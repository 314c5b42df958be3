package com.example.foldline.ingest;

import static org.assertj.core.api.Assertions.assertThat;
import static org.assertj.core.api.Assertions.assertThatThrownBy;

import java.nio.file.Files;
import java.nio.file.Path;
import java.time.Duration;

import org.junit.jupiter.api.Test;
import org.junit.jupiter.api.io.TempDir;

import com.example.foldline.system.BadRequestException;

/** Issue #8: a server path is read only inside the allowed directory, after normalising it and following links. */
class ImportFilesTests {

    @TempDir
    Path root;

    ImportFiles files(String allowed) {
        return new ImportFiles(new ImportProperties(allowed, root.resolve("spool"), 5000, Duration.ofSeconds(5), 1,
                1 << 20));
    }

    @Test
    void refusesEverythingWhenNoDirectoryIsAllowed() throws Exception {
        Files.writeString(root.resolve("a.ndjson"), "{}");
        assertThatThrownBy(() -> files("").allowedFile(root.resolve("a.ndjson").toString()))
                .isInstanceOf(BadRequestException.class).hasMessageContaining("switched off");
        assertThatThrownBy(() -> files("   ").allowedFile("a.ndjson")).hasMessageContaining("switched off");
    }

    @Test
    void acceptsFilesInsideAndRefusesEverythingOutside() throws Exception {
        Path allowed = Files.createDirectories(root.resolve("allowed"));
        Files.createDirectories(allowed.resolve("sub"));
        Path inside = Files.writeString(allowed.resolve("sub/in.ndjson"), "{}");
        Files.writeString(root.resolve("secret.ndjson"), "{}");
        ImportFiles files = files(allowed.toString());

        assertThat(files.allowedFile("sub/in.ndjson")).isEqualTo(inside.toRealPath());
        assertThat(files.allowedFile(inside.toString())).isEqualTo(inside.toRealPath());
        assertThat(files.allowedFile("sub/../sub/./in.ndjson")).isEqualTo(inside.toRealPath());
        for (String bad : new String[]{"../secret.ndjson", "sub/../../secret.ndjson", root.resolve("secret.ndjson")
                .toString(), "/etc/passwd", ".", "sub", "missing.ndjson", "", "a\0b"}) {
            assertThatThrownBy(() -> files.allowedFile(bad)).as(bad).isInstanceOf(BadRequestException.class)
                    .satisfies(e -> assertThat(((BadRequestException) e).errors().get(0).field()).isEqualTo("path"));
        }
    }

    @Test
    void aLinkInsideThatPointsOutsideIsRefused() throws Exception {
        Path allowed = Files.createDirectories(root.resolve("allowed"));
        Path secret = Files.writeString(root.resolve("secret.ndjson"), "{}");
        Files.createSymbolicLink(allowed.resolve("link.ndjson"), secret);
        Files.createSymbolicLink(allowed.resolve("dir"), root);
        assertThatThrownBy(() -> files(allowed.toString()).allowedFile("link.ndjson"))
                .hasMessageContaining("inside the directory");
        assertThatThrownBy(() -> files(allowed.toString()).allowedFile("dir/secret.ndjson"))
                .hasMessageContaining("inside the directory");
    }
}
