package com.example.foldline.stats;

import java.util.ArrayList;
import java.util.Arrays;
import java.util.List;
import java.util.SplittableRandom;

════

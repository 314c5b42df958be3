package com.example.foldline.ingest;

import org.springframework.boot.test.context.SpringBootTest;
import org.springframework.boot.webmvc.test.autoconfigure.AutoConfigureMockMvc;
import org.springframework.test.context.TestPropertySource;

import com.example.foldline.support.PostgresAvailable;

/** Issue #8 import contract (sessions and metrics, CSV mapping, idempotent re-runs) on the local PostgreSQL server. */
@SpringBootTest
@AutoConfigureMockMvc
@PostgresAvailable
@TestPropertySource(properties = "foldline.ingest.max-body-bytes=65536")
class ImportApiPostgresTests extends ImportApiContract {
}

════

● **Work request**
Wherever the word "jupiter" appears in the entries above, copy that whole line.

● **Answer to this task**
import org.junit.jupiter.api.Test;
import org.junit.jupiter.api.io.TempDir;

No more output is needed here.